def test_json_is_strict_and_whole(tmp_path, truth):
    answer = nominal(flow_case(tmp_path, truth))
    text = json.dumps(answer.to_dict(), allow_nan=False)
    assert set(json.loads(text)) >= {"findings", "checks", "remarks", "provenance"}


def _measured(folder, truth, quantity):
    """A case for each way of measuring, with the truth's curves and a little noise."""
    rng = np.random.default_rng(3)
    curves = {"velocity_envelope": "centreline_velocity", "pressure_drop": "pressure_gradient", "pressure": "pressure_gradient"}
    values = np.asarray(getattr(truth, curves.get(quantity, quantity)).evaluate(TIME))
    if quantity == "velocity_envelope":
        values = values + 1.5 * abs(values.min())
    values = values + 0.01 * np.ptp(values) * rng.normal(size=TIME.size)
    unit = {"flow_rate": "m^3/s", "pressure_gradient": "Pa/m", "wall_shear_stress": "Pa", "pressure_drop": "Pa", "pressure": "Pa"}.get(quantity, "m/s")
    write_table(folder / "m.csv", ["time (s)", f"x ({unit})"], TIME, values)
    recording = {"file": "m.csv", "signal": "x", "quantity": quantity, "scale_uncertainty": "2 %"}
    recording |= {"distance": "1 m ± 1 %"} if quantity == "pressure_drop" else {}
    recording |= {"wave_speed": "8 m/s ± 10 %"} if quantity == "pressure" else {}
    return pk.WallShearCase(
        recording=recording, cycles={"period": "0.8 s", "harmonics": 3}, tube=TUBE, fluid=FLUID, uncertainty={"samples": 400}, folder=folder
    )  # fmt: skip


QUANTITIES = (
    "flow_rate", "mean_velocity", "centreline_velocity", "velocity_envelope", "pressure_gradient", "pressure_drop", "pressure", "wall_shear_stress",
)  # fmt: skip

▶ [DESCRIPTION OF THE TASK]:
Please transcribe the material above in full, keeping every character intact.

▶ [RESPONSE AREA]:
def test_json_is_strict_and_whole(tmp_path, truth):
    answer = nominal(flow_case(tmp_path, truth))
    text = json.dumps(answer.to_dict(), allow_nan=False)
    assert set(json.loads(text)) >= {"findings", "checks", "remarks", "provenance"}


def _measured(folder, truth, quantity):
    """A case for each way of measuring, with the truth's curves and a little noise."""
    rng = np.random.default_rng(3)
    curves = {"velocity_envelope": "centreline_velocity", "pressure_drop": "pressure_gradient", "pressure": "pressure_gradient"}
    values = np.asarray(getattr(truth, curves.get(quantity, quantity)).evaluate(TIME))
    if quantity == "velocity_envelope":
        values = values + 1.5 * abs(values.min())
    values = values + 0.01 * np.ptp(values) * rng.normal(size=TIME.size)
    unit = {"flow_rate": "m^3/s", "pressure_gradient": "Pa/m", "wall_shear_stress": "Pa", "pressure_drop": "Pa", "pressure": "Pa"}.get(quantity, "m/s")
    write_table(folder / "m.csv", ["time (s)", f"x ({unit})"], TIME, values)
    recording = {"file": "m.csv", "signal": "x", "quantity": quantity, "scale_uncertainty": "2 %"}
    recording |= {"distance": "1 m ± 1 %"} if quantity == "pressure_drop" else {}
    recording |= {"wave_speed": "8 m/s ± 10 %"} if quantity == "pressure" else {}
    return pk.WallShearCase(
        recording=recording, cycles={"period": "0.8 s", "harmonics": 3}, tube=TUBE, fluid=FLUID, uncertainty={"samples": 400}, folder=folder
    )  # fmt: skip


QUANTITIES = (
    "flow_rate", "mean_velocity", "centreline_velocity", "velocity_envelope", "pressure_gradient", "pressure_drop", "pressure", "wall_shear_stress",
)  # fmt: skip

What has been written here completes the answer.